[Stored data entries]

______________________________

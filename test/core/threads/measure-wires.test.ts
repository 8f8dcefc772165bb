import {describe, expect, it} from 'vitest';
import fc from 'fast-check';
import {parseThread} from '../../../src/core/threads/index.js';
import {
  bestWire,
  overWires,
  pitchDiameterFromWires,
  wireProfile,
  wireRange,
  type WireProfile,
} from '../../../src/core/threads/measure-wires.js';
import type {ThreadSpec} from '../../../src/core/types.js';

const IN = 25.4;

function spec(text: string): ThreadSpec {
  const p = parseThread(text);
  if (!p.ok) throw new Error(p.error);
  return p.value;
}

/** An inch 60-degree thread of the U.S. standard / unified basic form, in mm. */
function unifiedInch(d: number, tpi: number): WireProfile {
  const P = IN / tpi;
  return {halfAngle: 30, pitch: P, lead: P, major: d * IN, basicPitchDiameter: d * IN - 0.649519 * P, crestFlat: P / 8, profile: '60'};
}

describe('three-wire pitch diameter, 60-degree threads', () => {
  // Machinery's Handbook, 31st ed., p. 2130, table "Dimensions Over Wires of Given Diameter for
  // Checking Screw Threads of American National Form (US Standard) and the V-Form", US thread column:
  // the dimension over wires at the basic pitch diameter. The table is the simple formula (lead
  // angle neglected), so the simple pitch diameter must come back to the basic one within the
  // table's rounding (0.00005 in).
  const cases: Array<[string, number, number, number, number]> = [
    ['1/4-20', 0.25, 20, 0.035, 0.2792],
    ['3/8-16', 0.375, 16, 0.04, 0.4003],
    ['7/16-14', 0.4375, 14, 0.05, 0.4793],
    ['1/2-12', 0.5, 12, 0.05, 0.5237],
  ];
  for (const [name, d, tpi, w, m] of cases) {
    it(`${name}, wire ${w} in over ${m} in gives the basic pitch diameter (Machinery's Handbook 31st ed., p. 2130)`, () => {
      const p = unifiedInch(d, tpi);
      const r = pitchDiameterFromWires(p, m * IN, w * IN);
      expect(Math.abs(r.pitchDiameterSimple / IN - p.basicPitchDiameter / IN)).toBeLessThan(0.00006);
      // The lead-angle term makes the corrected value smaller (Machinery's Handbook 31st ed., p. 2129).
      expect(r.pitchDiameter).toBeLessThan(r.pitchDiameterSimple);
      expect(r.leadAngleInRange).toBe(true);
    });
  }

  it('1-1/2-6 U.S. standard with 0.140 in wires reads 1.6674 in at the basic size (F. D. Jones, Turning and Boring, Industrial Press, worked example of the wire method)', () => {
    const p = unifiedInch(1.5, 6);
    const r = pitchDiameterFromWires(p, 1.6674 * IN, 0.14 * IN);
    expect(Math.abs(r.pitchDiameterSimple / IN - 1.391747)).toBeLessThan(0.00005);
  });

  it('the constant of the simple formula is 0.866025P: 0.04330 in at 20 threads per inch (Machinery\'s Handbook 31st ed., p. 2129)', () => {
    const p = unifiedInch(0.25, 20);
    const w = 0.03 * IN;
    const r = pitchDiameterFromWires(p, 0.3 * IN, w);
    expect((r.pitchDiameterSimple - (0.3 * IN - 3 * w)) / IN).toBeCloseTo(0.0433, 4);
  });

  it('best wire 0.57735P: 0.02887 in at 20 threads per inch (Machinery\'s Handbook 31st ed., p. 2129 best-wire column)', () => {
    expect(bestWire(unifiedInch(0.25, 20)) / IN).toBeCloseTo(0.02887, 5);
    expect(bestWire(wireProfile(spec('M10x1.5'))) / 1.5).toBeCloseTo(0.57735, 5);
  });

  it('usable wires for 60 degrees run from 0.50518P to 1.01036P (profile geometry: wire tops at the major diameter; contact at the crest)', () => {
    const r = wireRange(wireProfile(spec('M10x1.5')));
    expect(r.min / 1.5).toBeCloseTo(0.505181, 5);
    expect(r.max / 1.5).toBeCloseTo(1.010363, 5);
  });
});

describe('three-wire method, Acme and trapezoidal', () => {
  it('Acme best wire 0.51645P, min 0.487263P, max 0.650013P; 5 threads per inch: 0.10329 in (Machinery\'s Handbook 31st ed., p. 2135)', () => {
    const p = wireProfile(spec('1-5 ACME-2G'));
    expect(bestWire(p) / IN).toBeCloseTo(0.10329, 5);
    const r = wireRange(p);
    expect(r.min / p.pitch).toBeCloseTo(0.487263, 4);
    expect(r.max / p.pitch).toBeCloseTo(0.650013, 4);
  });

  it('Acme constant at 5.0 deg lead angle, 1-start: (C + c) = 0.64311 for 1 in pitch, within 0.0003 (Machinery\'s Handbook 31st ed., p. 2136, large-lead-angle table)', () => {
    const p: WireProfile = {halfAngle: 14.5, pitch: IN, lead: IN, major: 10 * IN, basicPitchDiameter: 9.5 * IN, crestFlat: 0.3707 * IN, profile: 'acme'};
    const e = p.lead / (Math.PI * Math.tan((5 * Math.PI) / 180));
    const w = 0.5145 * IN;
    expect(Math.abs((overWires(p, e, w) - e) / IN - 0.64311)).toBeLessThan(0.0003);
  });

  it('above 5 deg the result is marked outside the simple method and stays within 0.001 in of the handbook example: 5 tpi 4-start Acme, 0.10024 in wires, M = 1.1498 in, E = 1.0250 in (Machinery\'s Handbook 31st ed., p. 2134)', () => {
    const P = IN / 5;
    const p: WireProfile = {halfAngle: 14.5, pitch: P, lead: 4 * P, major: 1.125 * IN, basicPitchDiameter: 1.025 * IN, crestFlat: 0.3707 * P, profile: 'acme'};
    const r = pitchDiameterFromWires(p, 1.1498 * IN, 0.10024 * IN);
    expect(r.leadAngleInRange).toBe(false);
    expect(r.leadAngle).toBeCloseTo(13.95, 1);
    expect(Math.abs(r.pitchDiameter / IN - 1.025)).toBeLessThan(0.001);
  });

  it('30-degree trapezoidal constants 1 + csc 15 = 4.863703 and (1/2) cot 15 = 1.866025, best wire 0.517638P (computed from the general symmetric formula, which reproduces the 60-degree and Acme constants of the handbook, Machinery\'s Handbook 31st ed., pp. 2129 and 2135; no trapezoidal table value read)', () => {
    const p = wireProfile(spec('Tr24x5'));
    expect(bestWire(p) / 5).toBeCloseTo(0.517638, 6);
    const r = pitchDiameterFromWires(p, 30, 2);
    expect(r.pitchDiameterSimple).toBeCloseTo(30 - 4.863703 * 2 + 1.866025 * 5, 5);
  });

  it('a square thread has no flanks for wires', () => {
    expect(() => wireProfile(spec('square 32x4'))).toThrow(/square thread/);
  });
});

describe('round trips: basic pitch diameter to M and back', () => {
  for (const t of ['M10x1.5', 'M6x1', '1/4-20 UNC', '1/2-13 UNC', 'Tr24x5', 'Tr40x14(P7)', '1-5 ACME-2G']) {
    it(`${t}: the basic pitch diameter gives M and M gives it back`, () => {
      const p = wireProfile(spec(t));
      const w = bestWire(p);
      const m = overWires(p, p.basicPitchDiameter, w);
      expect(pitchDiameterFromWires(p, m, w).pitchDiameter).toBeCloseTo(p.basicPitchDiameter, 9);
    });
  }

  it('M10x1.5 with the best wire: M = 9.026 + 3 x 0.866 - 1.299 = 10.325 mm plus a lead term under 2 um (simple formula with the 0.866025P constant, Machinery\'s Handbook 31st ed., p. 2129)', () => {
    const p = wireProfile(spec('M10x1.5'));
    const m = overWires(p, p.basicPitchDiameter, bestWire(p));
    expect(m).toBeGreaterThan(10.325);
    expect(m - 10.325038).toBeLessThan(0.002);
  });

  it('property: any pitch diameter and usable wire come back through M (fast-check)', () => {
    const threads = ['M10x1.5', 'M3x0.5', 'M36x4', '3/8-16 UNC', 'Tr40x7', '2-4 ACME-2G'].map(t => wireProfile(spec(t)));
    fc.assert(
      fc.property(fc.integer({min: 0, max: threads.length - 1}), fc.double({min: 0, max: 1, noNaN: true}), fc.double({min: -0.2, max: 0.05, noNaN: true}), (i, wf, de) => {
        const p = threads[i] as WireProfile;
        const r = wireRange(p);
        const w = r.min + wf * (r.max - r.min);
        const e = p.basicPitchDiameter + de * p.pitch;
        const back = pitchDiameterFromWires(p, overWires(p, e, w), w).pitchDiameter;
        return Math.abs(back - e) < 1e-9;
      }),
    );
  });
});
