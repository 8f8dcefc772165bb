/**
 * Characters every terminal draws exactly one cell wide, by Unicode block.
 *
 * Used where knowing the width cheaply matters: the frame writer's cell diff, and
 * a fast path put in front of the `string-width` package at build time (its full
 * answer segments graphemes and tests emoji properties, about 0.1 ms a string and
 * 40 ms for its first call, while every string the workbench draws is made of
 * these characters).
 *
 * A code point is here only when its East Asian Width is Narrow, Neutral or
 * Ambiguous (Ambiguous counts as narrow, as `string-width` counts it by default),
 * it is not a combining, zero-width, control or format character, and it is not
 * an emoji with emoji presentation by default (Unicode Standard Annex #11, East
 * Asian Width, and Unicode Technical Standard #51, Emoji, emoji-data.txt
 * Emoji_Presentation). Whole blocks that hold any wide or emoji-presentation
 * character (Miscellaneous Technical U+2300, Miscellaneous Symbols U+2600,
 * Dingbats U+2700) are left out, as are U+25FD and U+25FE; such text takes the
 * slow, exact path.
 */
const RANGES: readonly (readonly [number, number])[] = [
  [0x20, 0x7e], // Basic Latin, printable
  [0xa0, 0xac], // Latin-1 Supplement (U+00AD soft hyphen is zero width)
  [0xae, 0x2ff], // Latin-1 Supplement, Latin Extended-A/B, IPA, spacing modifier letters
  [0x370, 0x377], // Greek and Coptic (U+0300-036F are combining marks)
  [0x37a, 0x37f],
  [0x384, 0x38a],
  [0x38c, 0x38c],
  [0x38e, 0x3a1],
  [0x3a3, 0x3ff],
  [0x400, 0x482], // Cyrillic (U+0483-0489 are combining)
  [0x48a, 0x52f],
  [0x2010, 0x2027], // General Punctuation: dashes, quotes, bullet, ellipsis
  [0x2030, 0x205e], // per mille, primes, ...
  [0x2070, 0x2071], // superscripts and subscripts
  [0x2074, 0x208e],
  [0x2090, 0x209c],
  [0x20a0, 0x20c0], // currency symbols
  [0x2100, 0x214f], // letterlike symbols
  [0x2190, 0x22ff], // arrows, mathematical operators
  [0x2500, 0x25fc], // box drawing, block elements, geometric shapes
  [0x25ff, 0x25ff],
];

/** True when the code point is drawn one cell wide on every terminal. */
export function isSurelyNarrow(cp: number): boolean {
  if (cp >= 0x20 && cp <= 0x7e) return true;
  for (const [lo, hi] of RANGES) {
    if (cp < lo) return false;
    if (cp <= hi) return true;
  }
  return false;
}

/**
 * The width in cells of a string made only of surely-narrow characters (its
 * number of code points), or undefined when it holds any other character.
 */
export function narrowWidth(s: string): number | undefined {
  return s.includes('\u001b') ? undefined : visibleNarrowWidth(s);
}

/**
 * Like narrowWidth, but colour and style sequences (ESC [ digits and ; then m)
 * take no cells, as string-width counts them; any other escape sequence gives
 * undefined.
 */
export function visibleNarrowWidth(s: string): number | undefined {
  let n = 0;
  for (let i = 0; i < s.length; i++) {
    const c = s.charCodeAt(i);
    if (c >= 0x20 && c <= 0x7e) {
      n++;
      continue;
    }
    if (c === 0x1b) {
      if (s.charCodeAt(i + 1) !== 0x5b) return undefined;
      let j = i + 2;
      while (j < s.length) {
        const d = s.charCodeAt(j);
        if ((d >= 0x30 && d <= 0x39) || d === 0x3b) j++;
        else break;
      }
      if (s.charCodeAt(j) !== 0x6d) return undefined;
      i = j;
      continue;
    }
    if (!isSurelyNarrow(c)) return undefined;
    n++;
  }
  return n;
}

/**
 * True when every character of `s` is its own grapheme cluster: printable ASCII,
 * ESC, or a surely-narrow character. None of these combines with a neighbour under
 * the grapheme rules of Unicode Standard Annex #29 (no extenders, joiners, spacing
 * marks, prepends, regional indicators, Hangul or CR LF), so splitting such text
 * into graphemes is splitting it into characters.
 */
export function isSimpleText(s: string): boolean {
  for (let i = 0; i < s.length; i++) {
    const c = s.charCodeAt(i);
    if ((c >= 0x20 && c <= 0x7e) || c === 0x1b) continue;
    if (!isSurelyNarrow(c)) return false;
  }
  return true;
}
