import {describe, expect, it} from 'vitest';
import {cls, geom, inches} from './unified-helpers.js';
import {td2Class2A, unifiedLimitsInches} from '../../../src/core/threads/unified-limits.js';


describe('unified limits of size, classes 2A/2B', () => {
  // The formulas themselves (unifiedLimitsInches), not threadGeometry: these sizes now have a 2B table row.
  const formulaInt = (D: number, n: number) => {
    const i = unifiedLimitsInches(D, n, cls('2A'), cls('2B')).internal;
    return [i.minorMin, i.minorMax, i.pitchMin, i.pitchMax, i.majorMin];
  };

  it('1/4-20 UNC-2B from the formulas matches the published UNC 2B internal-thread table (ASME B1.1 values)', () => {
    // ASME B1.1 limits of size for 1/4-20 UNC-2B, read in a published UNC 2B
    // internal-thread dimension table: minor 0.196/0.207, pitch 0.2175/0.2224 in
    expect(formulaInt(0.25, 20)).toEqual([0.196, 0.207, 0.2175, 0.2224, 0.25]);
    expect(inches(geom('1/4-20 UNC-2B')).int).toEqual([0.196, 0.207, 0.2175, 0.2224, 0.25]);
  });

  it('3/8-16 UNC-2B from the formulas matches the published UNC 2B internal-thread table (ASME B1.1 values)', () => {
    // ASME B1.1 limits of size (same published UNC 2B table), 3/8-16 UNC-2B: minor 0.307/0.321, pitch 0.3344/0.3401 in
    expect(formulaInt(0.375, 16)).toEqual([0.307, 0.321, 0.3344, 0.3401, 0.375]);
  });

  it('1/4-20 UNC-2A: allowance 0.0011, major 0.2489/0.2408, pitch 0.2164/0.2127 in', () => {
    // ASME B1.1 limits-of-size table, 1/4-20 UNC-2A (from memory of the table; the same values follow
    // from the ASME B1.1 allowance and tolerance formulas)
    const {ext} = inches(geom('1/4-20 UNC-2A'));
    expect(ext).toEqual([0.2489, 0.2408, 0.2164, 0.2127]);
    const r = unifiedLimitsInches(0.25, 20, cls('2A'), cls('2B'));
    expect(r.allowance).toBe(0.0011);
  });

  it('3/8-16 UNC-2A: allowance 0.0013, major 0.3737/0.3643, pitch 0.3331/0.3287 in', () => {
    // ASME B1.1 limits-of-size table, 3/8-16 UNC-2A (from memory of the table; formulas give the same)
    const {ext} = inches(geom('3/8-16 UNC-2A'));
    expect(ext).toEqual([0.3737, 0.3643, 0.3331, 0.3287]);
    expect(unifiedLimitsInches(0.375, 16, cls('2A'), cls('2B')).allowance).toBe(0.0013);
  });

  it.each([
    // ASME B1.1 limits-of-size table, from memory: [designation, major max, major min, PD max, PD min, PD min int, PD max int, minor min, minor max]
    ['1/2-13 UNC', 0.4985, 0.4876, 0.4485, 0.4435, 0.45, 0.4565, 0.417, 0.434],
    ['5/16-18 UNC', 0.3113, 0.3026, 0.2752, 0.2712, 0.2764, 0.2817, 0.252, 0.265],
    ['5/16-24 UNF', 0.3114, 0.3042, 0.2843, 0.2806, 0.2854, 0.2902, 0.267, 0.277],
    ['3/4-10 UNC', 0.7482, 0.7353, 0.6832, 0.6773, 0.685, 0.6927, 0.642, 0.663],
  ] as const)('%s-2A/2B agrees with the ASME B1.1 limits-of-size table (from memory)', (t, ...v) => {
    const {ext, int} = inches(geom(`${t}-2A/2B`));
    expect(ext).toEqual(v.slice(0, 4));
    expect([int[2], int[3], int[0], int[1]]).toEqual(v.slice(4, 8));
    // and the formulas alone, where the 2B side now comes from the table (5/16-18, 3/4-10)
    const g = geom(`${t}-2A/2B`).spec;
    const f = formulaInt(g.nominal / 25.4, g.tpi!);
    expect([f[2], f[3], f[0], f[1]]).toEqual(v.slice(4, 8));
  });

  it('#10-32 UNF-2B minor diameter 0.156/0.164 in (ASME B1.1 limits-of-size table, from memory)', () => {
    const {int} = inches(geom('#10-32 UNF-2B'));
    expect([int[0], int[1]]).toEqual([0.156, 0.164]);
  });
});

describe('unified classes 1A/3A/1B/3B', () => {
  it('class 3A has no allowance and 0.75 x the 2A pitch tolerance (ASME B1.1 class factors, from memory)', () => {
    const r2 = unifiedLimitsInches(0.5, 13, cls('2A'), cls('2B'));
    const r3 = unifiedLimitsInches(0.5, 13, cls('3A'), cls('3B'));
    expect(r3.allowance).toBe(0);
    expect(r3.external.majorMax).toBe(0.5);
    const t = td2Class2A(0.5, 1 / 13);
    expect(r3.external.pitchMax - r3.external.pitchMin).toBeCloseTo(Math.round(0.75 * t * 1e4) / 1e4, 10);
    // 3B pitch tolerance 0.975 x, 2B 1.3 x the 2A tolerance
    expect(r3.internal.pitchMax - r3.internal.pitchMin).toBeCloseTo(Math.round(0.975 * t * 1e4) / 1e4, 10);
    expect(r2.internal.pitchMax - r2.internal.pitchMin).toBeCloseTo(Math.round(1.3 * t * 1e4) / 1e4, 10);
  });

  it('class 1A has the 2A allowance and a wider pitch and major tolerance', () => {
    const r1 = unifiedLimitsInches(0.5, 13, cls('1A'), cls('1B'));
    const r2 = unifiedLimitsInches(0.5, 13, cls('2A'), cls('2B'));
    expect(r1.allowance).toBe(r2.allowance);
    expect(r1.external.pitchMin).toBeLessThan(r2.external.pitchMin);
    expect(r1.external.majorMin).toBeLessThan(r2.external.majorMin);
    expect(r1.internal.pitchMax).toBeGreaterThan(r2.internal.pitchMax);
  });

  it('provenance says the unified limits are computed from formulas', () => {
    // 5/16-24 UNF: no row in the table data
    const g = geom('5/16-24 UNF');
    expect(g.limitsProvenance.method).toBe('formula');
    expect(g.notes.join(' ')).toMatch(/not read from the ASME B1.1 tables/);
  });
});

______________________________

- **About this task**
Set down, please, the lines from the line holding "the table data" through the final line of the data, exactly and with nothing added.

- **Written answer**
    // 5/16-24 UNF: no row in the table data
    const g = geom('5/16-24 UNF');
    expect(g.limitsProvenance.method).toBe('formula');
    expect(g.notes.join(' ')).toMatch(/not read from the ASME B1.1 tables/);
  });
});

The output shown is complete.